一路被拖拽,孙冬离抽出匕首抵住赵平煊的后腰,他才停了下来。攥紧孙冬离手腕的手,却并未松开。

已是滂沱大雨,天地间白濛濛一片,廊外雨声嘈杂如战鼓。只看得清眼前人的脸,只听得清眼前人的呼吸。

“限你三日,辞去威宁侯府护卫一职。否则,上次是单单你一个人皮开肉绽,这次,你那位好哥哥也逃不了。”赵平煊眼神如冰。

孙冬离奋力甩开赵平煊的手,匕首直抵他喉间,“凭什么?身为府尹大人,便能随意撵人,肆意降罪,责打无辜之人?大雍岂无王法?”

“我就是王法。”

赵平煊语气浅淡,恍若轻烟。

孙冬离颤抖的手垂了下来,眼睛燃烧的火焰,也被大雨淹灭,升起惨白烟雾,蒙住了原本晶亮的眼睛。

“别在曦儿身上耍花招。”

孙冬离嘴角勾起,“我一日未离府,便一日是侯府的护卫。府尹大人的手再长,也不能在没有证据的情况下,就抓捕勋贵家仆。”

头顶一声轻笑,“你为了接近我报复我,甚至不惜卖身为奴?入了贱籍,再想脱籍,难如登天。”

孙冬离紧咬下唇,努力克制情绪,起码让自己的胆颤不要外露。

“我会时刻派人盯着你,只要你有一点恶行,我都会秉公执法。”

言讫,赵平煊转身。

下了游廊,发觉进了死角,前面已没有可以遮雨的屋檐,唯一的路,是贴墙的假山小门。那门狭窄无比,看着只能容一人侧身而过。

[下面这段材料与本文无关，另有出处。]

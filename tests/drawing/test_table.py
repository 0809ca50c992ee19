"""The results CSV read back with the standard csv module."""

import csv
import io
import math

import pytest

from kinematics.drawing.table import link_rows, point_rows, results_csv
from tests.designs import BOTTLE_PUSHER, GATE_LIFTER, construction


def _rows(solution):
    return list(csv.DictReader(io.StringIO(results_csv(solution))))


def test_one_row_per_point_link_and_slide_with_units_in_the_header():
    solution = construction(BOTTLE_PUSHER, 70.0).solution
    text = results_csv(solution)
    header = text.splitlines()[0]
    for unit in ("[m]", "[m/s]", "[m/s^2]", "[rad/s]", "[rad/s^2]", "[deg]"):
        assert unit in header
    rows = _rows(solution)
    assert [(r["kind"], r["name"]) for r in rows] == (
        [("point", n) for n in solution.point_names] + [("link", n) for n in solution.angular_velocity]
        + [("slide", n) for n in solution.sliding_velocity])


def test_numbers_are_the_solvers_doubles_exactly():
    solution = construction(GATE_LIFTER, 212.5).solution
    rows = {r["name"]: r for r in _rows(solution)}
    for i, name in enumerate(solution.point_names):
        assert float(rows[name]["v_x [m/s]"]) == solution.velocities[i][0]  # repr round-trips a double
        assert float(rows[name]["a_y [m/s^2]"]) == solution.accelerations[i][1]
        assert float(rows[name]["x [m]"]) == solution.positions[i][0]
    assert float(rows["coupler"]["alpha [rad/s^2]"]) == solution.angular_acceleration["coupler"]


def test_crank_pin_speed_is_omega_r():
    # A point at radius r on a body turning at ω about a fixed pivot moves at ω·r (rigid-body kinematics);
    # 90 rpm = 3π rad/s and the design's crank is 40 mm.
    rows = {r["name"]: r for r in _rows(construction(GATE_LIFTER, 10.0).solution)}
    assert float(rows["A"]["|v| [m/s]"]) == pytest.approx(3 * math.pi * 0.040, rel=1e-12)
    assert float(rows["crank"]["omega [rad/s]"]) == pytest.approx(3 * math.pi, rel=1e-12)


def test_printed_rows_round_to_four_figures_and_show_zero_as_zero():
    solution = construction(BOTTLE_PUSHER, 30.0).solution
    rows = {name: (v, a) for name, v, a in point_rows(solution)}
    assert rows["A"][0] == f"{math.hypot(*solution.velocity('A')):.4g}"
    assert "E" not in rows  # fixed points are left out
    # The crank turns at constant speed; the solver's round-off (about 1e-13 rad/s²) must not print.
    crank = next(row for row in link_rows(solution) if row[0] == "crank")
    assert abs(solution.angular_acceleration["crank"]) < 1e-9 and crank[2] == "0"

假山是堆砌的碎石,碎石间是沟壑纵横的黄泥水,那黄泥是自墙边流出。滴答滴答,流得那小门跟水帘洞似的。

赵平煊轻叹。

郇国公府到底是承袭了近百年的旧勋贵,这府邸看似奢华如初,内里早已是井断垣颓。

回头看向来时路。他对郇国公府并不熟悉,每条路通往何处他也不甚清楚。而身后,亭台楼阁皆掩于雨雾之中。唯一能看清的路,是方才经过的游廊。

她在廊上。

果断回头,迈入漫天大雨。

身后骤然传来急促脚步声,一阵风掠过。截断的发丝坠入水中。

手腕仿佛要裂开,孙冬离闷哼一声,被擒住高举的手松了力,匕首也坠入水中。

赵平煊的眼底闪过一丝痛楚,但很快被他藏住。

“你现在还没有徒手杀我的能力。不若想其他法子,徐徐图之。”

孙冬离展颜大笑,眼睛又盛满他梦中出现过无数次的璀璨繁星,“好主意。多谢提醒。”

许是那眼睛里的繁星流转太快,令人眩晕,赵平煊放开了她的手腕。倒退着,往假山小门走,目光还流连于那张质朴又清丽的脸。

“你的手掌怎么破了?”

见孙冬离向他扑来,赵平煊心头一颤,下意识侧身躲过。

轰隆——

惊雷乍起,假山旁的土墙在这时轰然塌落。

他看到她眼中的震鄂,万千繁星会成一个巨大的光球。霎那间,苍穹之上所有星辰向他奔来。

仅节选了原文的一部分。